Cystic Fibrosis Drug: Vertex Stock Drops Amid Unclear Study Results

Vertex’s cystic fibrosis drug study has been met with skepticism from stockholders, as the company’s shares fell by 13 percent following an announcement about final data from a midstage clinical study regarding a combination of its cystic fibrosis drugs.

Boston.com reports that the Cambridge-based company released finalized data about the study on Thursday, noting that the study “showed statistically significant improvements” in lung function among some adults with the disease.

Early in May, Boston.com reports that the company issued an “interim analysis” about the Kalydeco therapy, which was used along with the experimental drug VX-809. The Kalydeco drug is the first of its kind to target the underlying cause of the disease, which is rare and often fatal. Vertex stock soared upon stockholders hearing the news.

A few weeks later, however, the company revised their analysis, saying that they had overstated the clinical data. In between announcements, several executives and company directors sold their stock shares, which were worth millions of dollars. The final announcement made on Thursday confirmed the company’s initial analysis, but despite this the company’s stock still plummeted.

Bloomberg Business Week reports that Mark Schoenebaum, an analyst with ISI Group in New York, explained the stock plummet by saying that:

“The company has declined to release the comparable data.
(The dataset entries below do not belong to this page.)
//! How wide a text becomes, for laying out.
//!
//! Numerics: sum of the advance widths of DejaVu Sans (the font that comes with the program), without
//! kerning; characters beyond ASCII count as wide as a digit, the minus sign as itself.
//! Source: table `hmtx` of the font.

/// Units of the font in its size.
const UNITS: f64 = 2048.0;
/// Advance widths of the characters from blank to tilde.
const WIDTHS: [u16; 95] = [
    651, 821, 942, 1716, 1303, 1946, 1597, 563, 799, 799, 1024, 1716, 651, 739, 651, 690, 1303,
    1303, 1303, 1303, 1303, 1303, 1303, 1303, 1303, 1303, 690, 690, 1716, 1716, 1716, 1087, 2048,
    1401, 1405, 1430, 1577, 1294, 1178, 1587, 1540, 604, 604, 1343, 1141, 1767, 1532, 1612, 1235,
    1612, 1423, 1300, 1251, 1499, 1401, 2025, 1403, 1251, 1403, 799, 690, 799, 1716, 1024, 1024,
    1255, 1300, 1126, 1300, 1260, 721, 1300, 1298, 569, 569, 1186, 569, 1995, 1298, 1253, 1300,
    1300, 842, 1067, 803, 1298, 1212, 1675, 1212, 1212, 1075, 1303, 690, 1303, 1716,
];
/// Width of a digit.
const DIGIT: u16 = 1303;
/// Width of the minus sign.
const MINUS: u16 = 1716;

/// Width of a text in points at a size in points.
pub(super) fn width_pt(text: &str, size_pt: f64) -> f64 {
    let width = |c: char| {
        let ascii = u32::from(c).checked_sub(32);
        let known = ascii.and_then(|i| WIDTHS.get(usize::try_from(i).ok()?));
        match (known, c) {
            (Some(width), _) => *width,
            (None, '\u{2212}') => MINUS,
            (None, _) => DIGIT,
        }
    };
    text.chars().map(|c| f64::from(width(c))).sum::<f64>() / UNITS * size_pt
}

/// A number with so many decimals and the minus sign of typography.
pub(super) fn number(value: f64, decimals: usize) -> String {
    let text = format!("{value:.decimals$}");
    // What rounds to zero has no sign.
    match text.strip_prefix('-') {
        Some(rest) if rest.bytes().all(|b| b == b'0' || b == b'.') => rest.to_owned(),
        Some(rest) => format!("\u{2212}{rest}"),
        None => text,
    }
}

#[cfg(test)]
mod tests {
    use super::*;

    #[test]
    fn analytic_widths_and_numbers() {
        assert!((width_pt("10", 2048.0) - 2606.0).abs() < 1e-9);
        assert!((width_pt("\u{2212}1", 2048.0) - 3019.0).abs() < 1e-9);
        assert_eq!(number(-0.04, 1), "0.0");
        assert_eq!(number(-2.5, 1), "\u{2212}2.5");
    }
}
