#[test]
fn a_run_that_fails_leaves_an_earlier_file_as_it_was() {
    let folder = Folder::new();
    folder.write("deadly.csv", DEADLY);
    for threads in ["1", "2"] {
        folder.write("kept.nc", "an earlier result");
        let mut words = vec!["run", "short.toml", "--out", "kept.nc", "--overwrite"];
        words.extend(["--threads", threads]);
        words.extend(["--set", "co2={kind=\"table\",path=\"deadly.csv\"}"]);
        words.extend(["--set", "co2_forcing.co2_forcing_w_m2=500"]);
        let outcome = folder.orbicline(&words);
        outcome.says(&["energy_balance", "of the run", "kyr before 1950"]);
        assert_eq!(
            folder.read("kept.nc"),
            b"an earlier result",
            "{threads} threads"
        );
    }
}

#[test]
fn steps_too_long_for_a_cold_planet_are_refused_and_not_believed() {
    let folder = Folder::new();
    let edits = [
        "co2.co2_ppm=20",
        "grid.steps_per_year=24",
        "time.spin_up.seasonal_yr=60",
    ];
    let mut words = vec!["short.toml"];
    words.extend(edits.iter().flat_map(|edit| ["--set", *edit]));
    let outcome = refused(&folder, &words);
    outcome.says(&["energy_balance", "spin-up", "grid.steps_per_year"]);
}

#[test]
fn an_age_beyond_the_orbit_is_told_where_it_was_given() {
    let folder = Folder::new();
    let outcome = refused(&folder, &["short.toml", "--set", "time.start_kyr=5600"]);
    outcome.says(&["--set time.start_kyr=5600: ", "from 5500 to -100 kyr"]);
}

/// An integration of so few years that it takes a fraction of a second.
fn integrate<'a>(out: &'a str, more: &[&'a str]) -> Vec<&'a str> {
    let words = ["orbit", "--integrate", "--from-kyr", "2", "--to-kyr", "-1"];
    [&words[..], &["--out", out], more].concat()
}

#[test]
fn an_orbit_is_integrated_into_text_and_into_the_exact_form() {
    let folder = Folder::new();
    let outcome = folder.orbicline(&integrate("orbit.csv", &[]));
    assert!(outcome.ok, "{outcome:?}");
    assert_eq!(outcome.err, "", "a progress bar without a terminal");
    for part in ["orbit.csv\n2 to -1 kyr", "energy", "Not known: the tide"] {
        assert!(outcome.out.contains(part), "no {part} in\n{}", outcome.out);
    }
    let text = String::from_utf8(folder.read("orbit.csv")).expect("text");
    let lines: Vec<_> = text.lines().filter(|l| !l.starts_with('#')).collect();
    let names =
        "age_kyr,eccentricity,obliquity_deg,perihelion_heliocentric_deg,climatic_precession";
    assert_eq!(lines[0], names);
    assert_eq!(lines.len(), 5, "{text}");
    assert!(lines[1].starts_with("2,0.0175155"), "{}", lines[1]);
    assert!(lines[3].starts_with("0,0.0167295"), "{}", lines[3]);
    let outcome = folder.orbicline(&integrate("orbit.table", &["--quiet"]));
    assert_eq!((outcome.ok, outcome.out.as_str()), (true, ""));
    let table = OrbitTable::from_bytes(&folder.read("orbit.table")).expect("a table");
    let [oldest, youngest] = table.range_kyr();
    assert!((oldest - 2.0).abs() < 1e-12 && (youngest + 1.0).abs() < 1e-12);
}
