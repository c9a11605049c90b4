//! Colours that people with any kind of colour vision can tell apart.
//!
//! Sources: lines: Okabe & Ito 2008, Color Universal Design (memory), without the yellow, too pale on
//! white; rising values: "viridis" (van der Walt & Smith 2015; memory), whose lightness rises evenly;
//! differences: "RdBu" of ColorBrewer (Brewer, Harrower & Pennsylvania State University), turned so that
//! red is positive. Both maps from the crate `colorous`.

use colorous::{RED_BLUE, VIRIDIS};

/// Colours of lines, in the order in which they are used.
pub(super) const LINES: [&str; 7] = [
    "#0072b2", "#d55e00", "#009e73", "#cc79a7", "#56b4e9", "#e69f00", "#000000",
];
/// Steps of a colour map.
const STEPS: usize = 256;
/// The ends of the map of differences that are left out, being too dark to tell red from blue.
const DARK_END: f64 = 0.04;

/// Which colours a map has.
#[derive(Clone, Copy, Debug, PartialEq, Eq)]
pub enum ColourMap {
    /// From dark to light with rising values.
    Rising,
    /// Blue below, white at the middle, red above.
    Diverging,
}

impl ColourMap {
    /// The colours, from the smallest value to the largest, red, green and blue.
    pub(super) fn palette(self) -> Vec<[u8; 3]> {
        let colour = |k: usize| {
            let part = k as f64 / (STEPS - 1) as f64;
            let colour = match self {
                Self::Rising => VIRIDIS.eval_continuous(part),
                Self::Diverging => {
                    RED_BLUE.eval_continuous(1.0 - DARK_END - (1.0 - 2.0 * DARK_END) * part)
                }
            };
            [colour.r, colour.g, colour.b]
        };
        (0..STEPS).map(colour).collect()
    }
}

/// Number of the colour of a value in a range.
pub(super) fn index(value: f64, [low, high]: [f64; 2]) -> u8 {
    let part = ((value - low) / (high - low)).clamp(0.0, 1.0);
    #[expect(
        clippy::cast_possible_truncation,
        clippy::cast_sign_loss,
        reason = "between 0 and 255; NaN becomes 0"
    )]
    let index = (part * (STEPS - 1) as f64).round() as u8;
    index
}

#[cfg(test)]
mod tests {
    use super::*;

    #[test]
    fn analytic_the_middle_of_differences_is_pale_and_red_is_above() {
        let palette = ColourMap::Diverging.palette();
        assert_eq!(palette.len(), STEPS);
        assert!(palette[127].iter().all(|c| *c > 235), "{:?}", palette[127]);
        assert!(palette[255][0] > palette[255][2] && palette[0][2] > palette[0][0]);
        assert_eq!(index(0.0, [-1.0, 1.0]), 128);
        assert_eq!(index(9.0, [-1.0, 1.0]), 255);
    }

    #[test]
    fn analytic_lightness_of_rising_values_rises() {
        let light = |c: &[u8; 3]| 2 * u32::from(c[0]) + 7 * u32::from(c[1]) + u32::from(c[2]);
        let palette = ColourMap::Rising.palette();
        assert!(palette.windows(12).all(|w| light(&w[11]) > light(&w[0])));
    }
}
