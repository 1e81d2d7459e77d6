/**
 * Percent of cross section of conduit and tubing for conductors and cables.
 * Source: NFPA 70-2017 Chapter 9 Table 1 and notes 3, 4, 7, 8, 9, 10; notes of 2020 and 2023 agree.
 * The 0.8 rule of note 7 serves equal conductors only; mixed conductors are added and compared.
 */
import type { TableInfo } from "../types";

export const FILL_INFO: TableInfo = {
  meaning: "fill-table",
  title: "Percent of cross section of conduit and tubing for conductors and cables",
  values: { "2017": "read", "2020": "agreed", "2023": "agreed", "2026": "preview" },
};

/** Share of the total area by number of conductors or cables. */
export const FILL_ONE = 0.53;
export const FILL_TWO = 0.31;
export const FILL_OVER_TWO = 0.4;
/** Nipple between boxes, note 4: its length limit and share; no ampacity adjustment inside. */
export const NIPPLE_MAX_LENGTH_IN = 24;
export const FILL_NIPPLE = 0.6;
/** Note 7: a quotient of equal conductors may be rounded up from this fraction. */
export const ROUND_UP_FROM = 0.8;
/** Informational note to note 1: three conductors may wedge when the raceway is this many conductor diameters wide. */
export const JAM_RATIO_MIN = 2.8;
export const JAM_RATIO_MAX = 3.2;
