/**
 * Minimum cover, underground, to 1000 V.
 * Source: NFPA 70-2023 Table 300.5(A); 2017 and 2020 Table 300.5.
 * Unit: inch, top of cable or raceway to finished grade. Under a slab of 4 in, columns 4 and 5 ask 6 in for direct burial, 4 in in raceway.
 */
import type { TableInfo } from "../types";

export const BURIAL_INFO: TableInfo = {
  meaning: "burial-depth",
  title: "Minimum cover requirements",
  values: { "2017": "read", "2020": "read", "2023": "read", "2026": "preview" },
};

/** Wiring methods, the columns of the table. */
export const BURIAL_METHODS = ["direct-burial", "RMC-IMC", "nonmetallic-raceway", "residential-branch-gfci", "low-voltage-lighting"] as const;
export type BurialMethod = (typeof BURIAL_METHODS)[number];

export interface BurialRow {
  readonly location: BurialLocation;
  readonly text: string;
  /** Cover by method, in the order of BURIAL_METHODS. */
  readonly coverIn: readonly [number, number, number, number, number];
}

export const BURIAL_LOCATIONS = [
  "other",
  "under-concrete-2in",
  "under-building",
  "under-slab-4in",
  "street-driveway-parking",
  "dwelling-driveway",
  "airport-runway",
] as const;
export type BurialLocation = (typeof BURIAL_LOCATIONS)[number];

export const BURIAL_ROWS: readonly BurialRow[] = [
  { location: "other", text: "all locations not specified below", coverIn: [24, 6, 18, 12, 6] },
  { location: "under-concrete-2in", text: "in trench below 2 in thick concrete or equivalent", coverIn: [18, 6, 12, 6, 6] },
  { location: "under-building", text: "under a building (raceway, or MC/MI identified for direct burial)", coverIn: [0, 0, 0, 0, 0] },
  { location: "under-slab-4in", text: "under 4 in thick concrete exterior slab, no vehicles, slab 6 in beyond", coverIn: [18, 4, 4, 6, 6] },
  { location: "street-driveway-parking", text: "under streets, highways, roads, alleys, driveways, parking lots", coverIn: [24, 24, 24, 24, 24] },
  { location: "dwelling-driveway", text: "one- and two-family dwelling driveways and outdoor parking, dwelling purposes only", coverIn: [18, 18, 18, 12, 18] },
  { location: "airport-runway", text: "in or under airport runways", coverIn: [18, 18, 18, 18, 18] },
];

/** Row "under slab", columns 4 and 5: cover in a raceway instead of direct burial. */
export const SLAB_RACEWAY_COVER_IN = 4;
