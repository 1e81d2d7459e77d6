import { memo } from "react";
import { DASHES, type Ink, type Primitive } from "@/lib/sheets/primitives";

/** Inks of the sheet on screen; at night the sheet's own class changes them. */
const INK: Readonly<Record<Ink, string>> = {
  ink: "var(--dk)", ink2: "var(--dk2)", paper: "var(--paper)", ww: "var(--ww)", pv: "var(--pv)", bat: "var(--bat)",
  seal: "var(--sealink)", red: "var(--red)", copper: "var(--copper)",
};
const FACE = { normal: "var(--font-lettering), sans-serif", narrow: "var(--font-lettering-narrow), sans-serif" } as const;

function Drawn({ primitive }: { primitive: Primitive }) {
  switch (primitive.type) {
    case "path": {
      const dash = DASHES[primitive.dash];
      return (
        <path
          d={primitive.d}
          fill={primitive.fill ? INK[primitive.fill] : "none"}
          stroke={primitive.stroke ? INK[primitive.stroke] : "none"}
          strokeWidth={primitive.weight}
          strokeDasharray={dash.length ? dash.join(" ") : undefined}
          strokeLinecap={primitive.cap}
          strokeLinejoin="round"
        />
      );
    }
    case "text":
      return (
        <text
          x={primitive.x}
          y={primitive.y}
          fontFamily={FACE[primitive.face]}
          fontSize={primitive.size}
          fill={INK[primitive.ink]}
          stroke={primitive.bold > 0 ? INK[primitive.ink] : undefined}
          strokeWidth={primitive.bold > 0 ? primitive.bold : undefined}
          textAnchor={primitive.anchor}
          transform={primitive.turn ? `rotate(${primitive.turn} ${primitive.x} ${primitive.y})` : undefined}
        >
          {primitive.text}
        </text>
      );
    case "image":
      return <image x={primitive.x} y={primitive.y} width={primitive.width} height={primitive.height} href={primitive.href} />;
    case "group": {
      const scale = primitive.mirrored || primitive.scale !== 1 ? ` scale(${primitive.mirrored ? -primitive.scale : primitive.scale} ${primitive.scale})` : "";
      const turn = primitive.turn ? ` rotate(${primitive.turn})` : "";
      return (
        <g transform={`translate(${primitive.x} ${primitive.y})${turn}${scale}`}>
          {primitive.children.map((child, i) => <Drawn key={i} primitive={child} />)}
        </g>
      );
    }
  }
}

/** Draws primitives inside an svg element, in the order given, with the inks of the current theme. */
export const Primitives = memo(function Primitives({ primitives }: { primitives: readonly Primitive[] }) {
  return primitives.map((primitive, i) => <Drawn key={i} primitive={primitive} />);
});
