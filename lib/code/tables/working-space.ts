/**
 * Working space about electrical equipment, 1000 V nominal or less.
 * Source: NFPA 70-2023 Table 110.26(A)(1), 110.26(A)(2), (A)(3), (E); 2017 and 2020 same.
 * Depth in feet by voltage to ground and condition. 1: nothing live or grounded opposite; 2: grounded parts opposite
 * (concrete, brick and tile count as grounded); 3: live parts on both sides.
 */
import type { TableInfo } from "../types";

export const WORKING_SPACE_INFO: TableInfo = {
  meaning: "working-space",
  title: "Working spaces",
  values: { "2017": "read", "2020": "read", "2023": "read", "2026": "preview" },
};

export const WORKING_SPACE_ROWS: readonly { readonly maxV: number; readonly depthFt: Readonly<Record<1 | 2 | 3, number>> }[] = [
  { maxV: 150, depthFt: { 1: 3, 2: 3, 3: 3 } },
  { maxV: 600, depthFt: { 1: 3, 2: 3.5, 3: 4 } },
  { maxV: 1000, depthFt: { 1: 3, 2: 4, 3: 5 } },
];

export const WORKING_SPACE_MIN_WIDTH_IN = 30;
export const WORKING_SPACE_MIN_HEIGHT_FT = 6.5;
export const WORKING_SPACE_OTHER_EQUIPMENT_IN = 6;
/** Panels of existing dwellings up to this rating may have less headroom. */
export const EXISTING_DWELLING_HEADROOM_A = 200;
export const DEDICATED_SPACE_ABOVE_FT = 6;
export const LOW_VOLTAGE_RELIEF_DC_V = 60;
export const LOW_VOLTAGE_RELIEF_AC_V = 30;
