/**
 * Grounded conductor, main and system bonding jumper, supply-side bonding jumper.
 * Source: NFPA 70-2023 Table 250.102(C)(1); 2017 text, same.
 * Above the last row the jumper takes 12.5 % of the area of the largest ungrounded supply conductors.
 */
import type { ConductorSize } from "@/lib/units";
import type { TableInfo } from "../types";

export const BONDING_JUMPER_INFO: TableInfo = {
  meaning: "bonding-jumper-table",
  title: "Grounded conductor, main and system bonding jumper, supply-side bonding jumper",
  values: { "2017": "read", "2020": "agreed", "2023": "read", "2026": "preview" },
};

export interface BondingJumperRow {
  /** Largest ungrounded supply conductor of the row as area in kcmil, or null for "above all rows". */
  readonly maxCopper: ConductorSize | "1100 kcmil" | null;
  readonly maxAluminum: ConductorSize | null;
  readonly copper: ConductorSize;
  readonly aluminum: ConductorSize;
}

export const BONDING_JUMPER_ROWS: readonly BondingJumperRow[] = [
  { maxCopper: "2 AWG", maxAluminum: "1/0 AWG", copper: "8 AWG", aluminum: "6 AWG" },
  { maxCopper: "1/0 AWG", maxAluminum: "3/0 AWG", copper: "6 AWG", aluminum: "4 AWG" },
  { maxCopper: "3/0 AWG", maxAluminum: "250 kcmil", copper: "4 AWG", aluminum: "2 AWG" },
  { maxCopper: "350 kcmil", maxAluminum: "500 kcmil", copper: "2 AWG", aluminum: "1/0 AWG" },
  { maxCopper: "600 kcmil", maxAluminum: "900 kcmil", copper: "1/0 AWG", aluminum: "3/0 AWG" },
  { maxCopper: "1100 kcmil", maxAluminum: "1750 kcmil", copper: "2/0 AWG", aluminum: "4/0 AWG" },
];

/** Share of the supply conductor area above the last row. */
export const BONDING_JUMPER_SHARE_ABOVE_TABLE = 0.125;
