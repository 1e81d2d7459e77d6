/**
 * Grounding electrode conductor for alternating-current systems.
 * Source: NFPA 70-2023 Table 250.66; 2017 text, same.
 * Parallel conductors: the sum of their areas picks the row.
 */
import type { ConductorSize } from "@/lib/units";
import type { TableInfo } from "../types";

export const GEC_INFO: TableInfo = {
  meaning: "gec-table",
  title: "Grounding electrode conductor for alternating-current systems",
  values: { "2017": "read", "2020": "agreed", "2023": "read", "2026": "preview" },
};

export interface SupplyConductorRow {
  /** Largest ungrounded supply conductor of the row as area in kcmil, or null for "above all rows". */
  readonly maxCopper: ConductorSize | "1100 kcmil" | null;
  readonly maxAluminum: ConductorSize | null;
  readonly copper: ConductorSize;
  readonly aluminum: ConductorSize;
}

export const GEC_ROWS: readonly SupplyConductorRow[] = [
  { maxCopper: "2 AWG", maxAluminum: "1/0 AWG", copper: "8 AWG", aluminum: "6 AWG" },
  { maxCopper: "1/0 AWG", maxAluminum: "3/0 AWG", copper: "6 AWG", aluminum: "4 AWG" },
  { maxCopper: "3/0 AWG", maxAluminum: "250 kcmil", copper: "4 AWG", aluminum: "2 AWG" },
  { maxCopper: "350 kcmil", maxAluminum: "500 kcmil", copper: "2 AWG", aluminum: "1/0 AWG" },
  { maxCopper: "600 kcmil", maxAluminum: "900 kcmil", copper: "1/0 AWG", aluminum: "3/0 AWG" },
  { maxCopper: "1100 kcmil", maxAluminum: "1750 kcmil", copper: "2/0 AWG", aluminum: "4/0 AWG" },
  { maxCopper: null, maxAluminum: null, copper: "3/0 AWG", aluminum: "250 kcmil" },
];

/** A sole connection to these electrodes need not be larger, 250.66(A) and (B). */
export const GEC_ELECTRODE_LIMITS = {
  "rod, pipe or plate": { copper: "6 AWG", aluminum: "4 AWG" },
  "concrete-encased": { copper: "4 AWG", aluminum: null },
} as const satisfies Record<string, { copper: ConductorSize; aluminum: ConductorSize | null }>;
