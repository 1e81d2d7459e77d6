"use client";

import { useQuery } from "@tanstack/react-query";
import Link from "next/link";
import { useState } from "react";
import { OfficeBar } from "@/components/jobs/OfficeBar";
import { paths } from "@/components/jobs/paths";
import { BarCell } from "@/components/ui/Bar";
import { LinkButton, buttonClass } from "@/components/ui/Button";
import { Caution } from "@/components/ui/Caution";
import { ErrorNote, Skeleton } from "@/components/ui/Notes";
import { ApiProblem, api } from "@/lib/client/api";
import { useRevisions } from "@/lib/client/queries";
import type { SheetPage } from "@/lib/sheets/context";
import { SheetPicture } from "./SheetPicture";
import { usePreview } from "./usePreview";

const name = (page: SheetPage): string => page.title.charAt(0) + page.title.slice(1).toLowerCase();

/** The set as it would print now: all sheets in small, or one of them large. */
export function SheetsPage({ jobId }: { jobId: string }) {
  const drawing = useQuery({ queryKey: ["drawing-sheets", jobId], queryFn: () => api.drawing(jobId), refetchOnMount: "always" });
  const preview = usePreview(drawing.data?.drawing);
  const [chosen, setChosen] = useState<string | null>(null);
  const missing = drawing.error instanceof ApiProblem && drawing.error.status === 404;
  const pages = preview.pages ?? [];
  const open = pages.find((page) => page.number === chosen) ?? null;
  return (
    <div className="flex h-dvh flex-col overflow-hidden phone:h-auto phone:overflow-visible">
      <OfficeBar>
        {drawing.data && (
          <>
            <BarCell label={`Job ${drawing.data.jobNumber}`}><Link href={paths.job(jobId)} className="border-b border-dotted border-ink3">{drawing.data.jobName}</Link></BarCell>
            <BarCell label="Shown">Draft of Rev {drawing.data.revisionLetter}</BarCell>
          </>
        )}
      </OfficeBar>
      <main className="grid min-h-0 flex-1 grid-cols-[300px_minmax(0,1fr)] phone:grid-cols-1">
        <nav aria-label="Sheets" className="flex min-h-0 flex-col gap-4 overflow-y-auto border-r border-rule bg-panel p-5">
          <div>
            <h1 className="text-title font-heading stretch-heading">Sheet set</h1>
            <p className="mt-1 text-text text-ink2">{pages[0] ? `${pages.length} sheets, ${pages[0].widthIn} × ${pages[0].heightIn} in. Least lettering 3/16 in at full size, 3/32 in on the half-size print.` : "Sheets are drawn from the drawing as it is now."}</p>
          </div>
          <ol className="list-none border-t border-ink">
            {pages.map((page) => (
              <li key={page.number} className="border-b border-desk2">
                <button type="button" aria-pressed={page.number === chosen} onClick={() => setChosen(page.number === chosen ? null : page.number)} className={`grid w-full grid-cols-[64px_minmax(0,1fr)] items-baseline py-2 pl-2 text-left hover:bg-vellum ${page.number === chosen ? "border-l-[5px] border-ink bg-vellum" : ""}`}>
                  <span className="font-lettering text-finding">{page.number}</span><span className="text-text">{name(page)}</span>
                </button>
              </li>
            ))}
          </ol>
          <Issued jobId={jobId} />
          <Caution compact />
        </nav>
        <div className="dimmed-sheet min-h-0 overflow-auto bg-desk p-6">
          {drawing.isPending || (drawing.data && !preview.pages && !preview.error) ? <div className="bg-paper"><Skeleton lines={6} /></div> : null}
          {drawing.isError && <ErrorNote error={drawing.error} {...(missing ? { title: "There is no such job" } : { onRetry: () => void drawing.refetch() })} />}
          {preview.error && <ErrorNote error={null} title={preview.error} />}
          {open ? (
            <figure className="min-w-[1100px] border border-rule">
              <SheetPicture page={open} label={`Sheet ${open.number}, ${name(open)}`} />
            </figure>
          ) : (
            <ul className="grid list-none grid-cols-3 gap-6 narrow:grid-cols-2 phone:grid-cols-1">
              {pages.map((page) => (
                <li key={page.number}>
                  <button type="button" onClick={() => setChosen(page.number)} className="block w-full border border-rule shadow-[3px_4px_0_0_var(--hatch)]" aria-label={`Open sheet ${page.number}, ${name(page)}`}>
                    <SheetPicture page={page} />
                  </button>
                  <p className="mt-2 text-text"><span className="font-heading">{page.number}</span> {name(page)}</p>
                </li>
              ))}
            </ul>
          )}
        </div>
      </main>
    </div>
  );
}

/** The newest revision's frozen sheets, which are what goes out of the house. */
function Issued({ jobId }: { jobId: string }) {
  const revisions = useRevisions(jobId);
  const newest = revisions.data?.revisions[0];
  if (!newest) return <p className="text-text text-ink2">Nothing is issued yet. Issue the drawing to get its sheets as one PDF.</p>;
  return (
    <div className="flex flex-col items-start gap-2">
      <p className="text-text">Rev {newest.letter}, {newest.purpose}: {newest.state}</p>
      <a href={api.sheetsUrl(newest.id)} className={`${buttonClass("plain", "bar")} hover:bg-paper`}>Sheets of Rev {newest.letter} as PDF</a>
      <LinkButton href={paths.revision(jobId, newest.id)} size="bar" look="quiet">Open the review</LinkButton>
    </div>
  );
}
This non apples-to-apples disclosure has created investor doubt that the data are ‘real.'”

Thursday’s Vertex press release included a note by Chris Wright, M.D., the company’s senior vice president of global medicines development and medical affairs, who said, according to Boston.com that:

“We are focused on developing additional medicines to treat the underlying cause of cystic fibrosis, and these data represent exciting progress toward that goal. The data announced today show that the addition of Kalydeco to VX-809 resulted in improvements in lung function and support our plans to start a pivotal program in people with cystic fibrosis who have two copies of the most common CFTR mutation in early 2013.”

Do you think that Vertex’s cystic fibrosis study data is to be trusted, especially since the company has edited their findings about it twice?